SHARES in QBE Insurance were crunched yesterday after it foreshadowed a 40 per cent slump in first-half profit to $US432 million ($482m).

After reaffirming profit guidance in mid-June, the nation's biggest insurer by market value said it would fall short of its target insurance margin of 16-18 per cent, coming in at 15.7 per cent due to lower insurance margins and investment income.

This followed further drops in risk-free interest rates, used to discount outstanding claims, since the company's London investor presentation on June 16.

The adverse trend eroded the insurance margin by 0.6 per cent, costing QBE about $US30m.

Chief executive Frank O'Halloran predicted the full-year margin would rise back into the target range, provided risk-free rates did not continue to fall and insurance losses stayed within the company's "substantial" allowance.

"The continued excellent underwriting results have been more than offset by . . . lower investment income from reduced interest yields, the fall in equity markets and one-off gains in the first half of 2009," he said.

"We are confident our insurance profit margin will benefit from our many initiatives, and expected rises in interest rates."

The insurance margin is the profit from underwriting and investment income on claims reserves as a percentage of net earned premium.

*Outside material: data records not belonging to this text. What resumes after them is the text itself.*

"""read_dem against rasterio's own reading, pyproj geodesics and unit definitions.

The GeoTIFFs are written with plain rasterio (``write_geotiff`` in conftest.py),
so every expectation comes from rasterio/pyproj/NIST, not from divides.
"""

from __future__ import annotations

import math
from pathlib import Path

import numpy as np
import pyproj
import pytest
import rasterio
import rasterio.windows
from affine import Affine
from hypothesis import HealthCheck, given, settings
from hypothesis import strategies as st

from divides.errors import BandError, CrsError, DemReadError, GridError, InputError, ParameterError
from divides.io.reading import read_dem

UTM = "EPSG:32630"
T30 = Affine(30.0, 0, 400000.0, 0, -30.0, 5_700_000.0)
US_SURVEY_FOOT = 1200.0 / 3937.0  # NIST SP 811 (2008), B.8
FOOT = 0.3048  # NIST SP 811, international foot

# dem.py flips south-up grids with Affine `*`, deprecated in affine 3.0 (PendingDeprecationWarning,
# an error in this run); drop this filter once dem.py composes transforms with `@`.


def _terrain(rows: int = 20, cols: int = 30, dtype=np.float32) -> np.ndarray:
    r, c = np.mgrid[0:rows, 0:cols]
    return (300 + 5 * r + 2 * c + 10 * np.sin(r / 3.0) * np.cos(c / 4.0)).astype(dtype)


def _rasterio_read(path: Path, band: int = 1):
    with rasterio.open(path) as src:
        return src.read(band), src.transform, src.crs, src.bounds


# ------------------------------------------------------------------ projected
def test_projected_metres_matches_rasterio(write_geotiff) -> None:
    path = write_geotiff("utm.tif", _terrain(), crs=UTM, transform=T30)
    dem = read_dem(path)
    expected, transform, crs, bounds = _rasterio_read(path)  # rasterio's reading of the same file
    np.testing.assert_array_equal(dem.elevation, expected)
    assert dem.elevation.dtype == np.float32  # float32 stays float32 (memory)
    assert dem.transform == transform and dem.crs == crs
    assert dem.bounds == pytest.approx(tuple(bounds))
    assert dem.cell_size_m == (30.0, 30.0) and np.all(dem.cell_area == 900.0)
    assert dem.path == str(path) and dem.valid.all()
    assert dem.meta["band"] == 1 and dem.meta["window"] is None


def test_float64_and_integer_sources_get_the_documented_dtype(write_geotiff) -> None:
    z = _terrain()
    assert read_dem(write_geotiff("f8.tif", z.astype(np.float64), crs=UTM, transform=T30)).elevation.dtype == np.float64
    dem = read_dem(write_geotiff("i2.tif", z.astype(np.int16), crs=UTM, transform=T30))
    assert dem.elevation.dtype == np.float32
    np.testing.assert_array_equal(dem.elevation, z.astype(np.int16))


@pytest.mark.parametrize(
    ("epsg", "unit", "foot"),
    [(2229, "us-ft", US_SURVEY_FOOT), (2223, "ft", FOOT)],  # California 5 (ftUS), Arizona Central (ft)
)
def test_projected_feet_cells_and_elevations_in_metres(write_geotiff, epsg: int, unit: str, foot: float) -> None:
    # pyproj confirms which foot the CRS is in; NIST gives its length.
    assert pyproj.CRS.from_epsg(epsg).axis_info[0].unit_conversion_factor == pytest.approx(foot, rel=1e-15)
    z = _terrain() * 3  # elevations in feet
    t = Affine(100.0, 0, 6_000_000.0, 0, -100.0, 2_100_000.0)
    dem = read_dem(write_geotiff("feet.tif", z, crs=f"EPSG:{epsg}", transform=t), vertical_unit=unit)
    np.testing.assert_allclose(dem.dx, 100 * foot, rtol=1e-12)
    np.testing.assert_allclose(dem.dy, 100 * foot, rtol=1e-12)
    np.testing.assert_allclose(dem.elevation, z * foot, rtol=1e-6)  # float32 arithmetic
    assert dem.vertical_unit == unit


# ------------------------------------------------------------------ geographic
@pytest.mark.parametrize(("epsg", "ellps"), [(4326, "WGS84"), (4269, "GRS80"), (4258, "GRS80")])
def test_geographic_cell_sizes_against_pyproj(write_geotiff, epsg: int, ellps: str) -> None:
    size = 1 / 3600  # 1 arc-second
    t = Affine(size, 0, 7.0, 0, -size, 61.0)
    dem = read_dem(write_geotiff("geo.tif", _terrain(12, 10), crs=f"EPSG:{epsg}", transform=t))
    assert dem.geographic
    assert dem.ellipsoid.name == pyproj.CRS.from_epsg(epsg).ellipsoid.name  # pyproj EPSG database
    geod = pyproj.Geod(ellps=ellps)
    for row in (0, 5, 11):
        top = 61.0 - row * size
        bottom, mid = top - size, top - size / 2
        assert dem.dy[row] == pytest.approx(geod.inv(7.0, bottom, 7.0, top)[2], rel=1e-9)  # pyproj
        assert dem.dx[row] == pytest.approx(geod.inv(7.0, mid, 7.0 + size, mid)[2], rel=1e-6)  # pyproj
        area, _ = geod.polygon_area_perimeter([7.0, 7.0 + size, 7.0 + size, 7.0], [bottom, bottom, top, top])
        assert dem.cell_area[row] == pytest.approx(abs(area), rel=1e-6)  # pyproj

Despite Mr O'Halloran's confidence, the market responded savagely, slashing $1, or 5.6 per cent, from the stock to $16.97 -- its lowest point since March last year. A Goldman Sachs JBWere research note said investors would be disappointed by the downgrade, given the proximity of the London briefing, while Citi said it continued to prefer IAG and Suncorp to QBE.

Axiome Equities analyst Brett le Mesurier, who earlier this month predicted the QBE downgrade, said more bad news was likely, as the company navigated the insurance cycle. "The global commercial insurance market remains soft, and it will fall further." Also yesterday, QBE said it would join a growing band of companies with a large component of offshore earnings to present its profit in US dollars.

Leading Australian companies that already have done this include BHP Billiton, Brambles, Computershare, James Hardie, Resmed and Rio Tinto.

QBE, which has flagged the move for some time, noted it had operations in 48 countries, with US-dollar business accounting for about half of total premium income.

Presentation of this year's results in US dollars would "significantly reduce" foreign exchange volatility, it said.

Gross investment income had been hit by $US228m in net realised and unrealised equity losses, compared with a $US102m loss last year.

The first half of last year brought one-off gains on foreign exchange and debt repurchase of $US174m and $US46m, respectively. As a result, net profit was expected to be down by 40 per cent, although the interim dividend would be kept at 62c a share.

On the upside, acquisitions and other initiatives for this year were projected to add about $US400m in net profit, and about $US2.3 billion in new gross written premiums annually by 2013.

Mr O'Halloran said QBE would continue with carefully selected acquisitions, adding to its global footprint and product diversification. "QBE's increased spread and diversification has meant that we can now examine opportunities to improve our effectiveness and efficiency on a global basis," he said.